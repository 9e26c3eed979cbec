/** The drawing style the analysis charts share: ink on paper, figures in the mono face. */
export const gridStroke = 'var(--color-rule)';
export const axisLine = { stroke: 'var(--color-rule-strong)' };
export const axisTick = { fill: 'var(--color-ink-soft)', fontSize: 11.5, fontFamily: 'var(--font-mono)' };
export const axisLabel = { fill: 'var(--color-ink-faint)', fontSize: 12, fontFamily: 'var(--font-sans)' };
※
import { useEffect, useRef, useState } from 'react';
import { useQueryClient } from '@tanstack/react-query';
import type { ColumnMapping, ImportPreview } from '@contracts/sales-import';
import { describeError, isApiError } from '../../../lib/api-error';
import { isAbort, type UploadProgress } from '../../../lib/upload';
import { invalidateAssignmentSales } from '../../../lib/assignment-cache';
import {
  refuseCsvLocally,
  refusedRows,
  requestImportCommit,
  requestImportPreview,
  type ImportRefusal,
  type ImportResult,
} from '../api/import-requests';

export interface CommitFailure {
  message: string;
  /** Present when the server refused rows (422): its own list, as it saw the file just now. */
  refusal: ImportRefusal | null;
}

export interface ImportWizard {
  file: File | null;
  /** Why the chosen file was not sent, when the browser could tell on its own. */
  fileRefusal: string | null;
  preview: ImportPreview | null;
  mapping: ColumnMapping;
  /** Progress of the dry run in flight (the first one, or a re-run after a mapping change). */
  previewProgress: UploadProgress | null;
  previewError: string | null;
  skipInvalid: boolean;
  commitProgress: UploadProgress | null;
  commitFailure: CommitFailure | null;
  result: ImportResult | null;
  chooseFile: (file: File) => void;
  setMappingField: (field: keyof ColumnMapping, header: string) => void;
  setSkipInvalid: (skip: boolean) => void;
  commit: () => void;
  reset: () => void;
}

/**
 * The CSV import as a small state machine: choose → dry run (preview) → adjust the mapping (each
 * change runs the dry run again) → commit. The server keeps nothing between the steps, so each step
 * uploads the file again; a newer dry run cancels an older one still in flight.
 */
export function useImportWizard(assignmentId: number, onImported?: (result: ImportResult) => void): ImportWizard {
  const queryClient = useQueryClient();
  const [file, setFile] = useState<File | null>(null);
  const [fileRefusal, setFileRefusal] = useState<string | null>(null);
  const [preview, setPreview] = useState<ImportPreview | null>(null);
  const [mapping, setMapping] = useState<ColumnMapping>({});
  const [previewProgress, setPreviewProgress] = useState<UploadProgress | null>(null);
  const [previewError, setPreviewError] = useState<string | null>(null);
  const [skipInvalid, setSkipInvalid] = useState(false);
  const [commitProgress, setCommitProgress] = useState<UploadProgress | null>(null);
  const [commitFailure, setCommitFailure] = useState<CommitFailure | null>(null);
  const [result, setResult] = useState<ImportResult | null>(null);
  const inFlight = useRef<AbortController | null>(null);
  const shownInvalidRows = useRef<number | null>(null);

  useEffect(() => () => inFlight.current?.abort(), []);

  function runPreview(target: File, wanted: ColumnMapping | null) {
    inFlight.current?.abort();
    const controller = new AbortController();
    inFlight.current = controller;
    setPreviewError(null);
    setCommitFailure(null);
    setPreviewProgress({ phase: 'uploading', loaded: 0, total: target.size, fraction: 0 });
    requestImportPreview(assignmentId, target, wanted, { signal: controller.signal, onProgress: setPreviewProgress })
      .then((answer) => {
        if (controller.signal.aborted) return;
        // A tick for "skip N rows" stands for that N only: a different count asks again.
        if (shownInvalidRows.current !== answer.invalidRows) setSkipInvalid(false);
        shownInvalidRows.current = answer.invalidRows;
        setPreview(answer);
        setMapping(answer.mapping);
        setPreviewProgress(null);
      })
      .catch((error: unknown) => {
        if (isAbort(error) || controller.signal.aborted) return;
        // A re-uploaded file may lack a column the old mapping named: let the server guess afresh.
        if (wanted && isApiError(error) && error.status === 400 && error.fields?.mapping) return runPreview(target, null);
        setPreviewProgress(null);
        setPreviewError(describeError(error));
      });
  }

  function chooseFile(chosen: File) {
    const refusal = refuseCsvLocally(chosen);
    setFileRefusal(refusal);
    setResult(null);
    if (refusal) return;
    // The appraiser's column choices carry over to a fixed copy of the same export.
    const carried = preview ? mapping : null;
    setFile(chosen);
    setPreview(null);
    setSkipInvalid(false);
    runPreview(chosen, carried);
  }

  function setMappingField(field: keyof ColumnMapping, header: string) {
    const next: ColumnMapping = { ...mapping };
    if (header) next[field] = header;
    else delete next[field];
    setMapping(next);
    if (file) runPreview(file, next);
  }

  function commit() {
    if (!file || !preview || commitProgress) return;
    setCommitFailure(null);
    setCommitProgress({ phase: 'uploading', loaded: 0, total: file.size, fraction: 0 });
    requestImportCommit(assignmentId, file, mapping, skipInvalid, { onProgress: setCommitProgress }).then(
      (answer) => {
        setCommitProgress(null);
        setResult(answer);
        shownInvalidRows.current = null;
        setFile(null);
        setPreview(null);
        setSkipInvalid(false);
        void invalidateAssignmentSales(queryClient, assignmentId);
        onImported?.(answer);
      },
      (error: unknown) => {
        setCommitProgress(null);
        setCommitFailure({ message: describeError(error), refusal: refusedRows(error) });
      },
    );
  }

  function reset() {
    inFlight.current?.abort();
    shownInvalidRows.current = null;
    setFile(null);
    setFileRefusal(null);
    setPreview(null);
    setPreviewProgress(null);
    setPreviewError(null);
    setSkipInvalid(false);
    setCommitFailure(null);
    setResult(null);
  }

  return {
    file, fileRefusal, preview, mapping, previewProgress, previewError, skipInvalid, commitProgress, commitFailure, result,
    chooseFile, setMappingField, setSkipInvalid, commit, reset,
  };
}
※
__DIRECTIONS FOR THIS TASK__. Print exactly the lines above from the one with "repository 9e26c3eed979cbec" to the one with "export const axisLabel", including both.

__SOLUTION__.
repository 9e26c3eed979cbec
/** The drawing style the analysis charts share: ink on paper, figures in the mono face. */
export const gridStroke = 'var(--color-rule)';
export const axisLine = { stroke: 'var(--color-rule-strong)' };
export const axisTick = { fill: 'var(--color-ink-soft)', fontSize: 11.5, fontFamily: 'var(--font-mono)' };
export const axisLabel = { fill: 'var(--color-ink-faint)', fontSize: 12, fontFamily: 'var(--font-sans)' };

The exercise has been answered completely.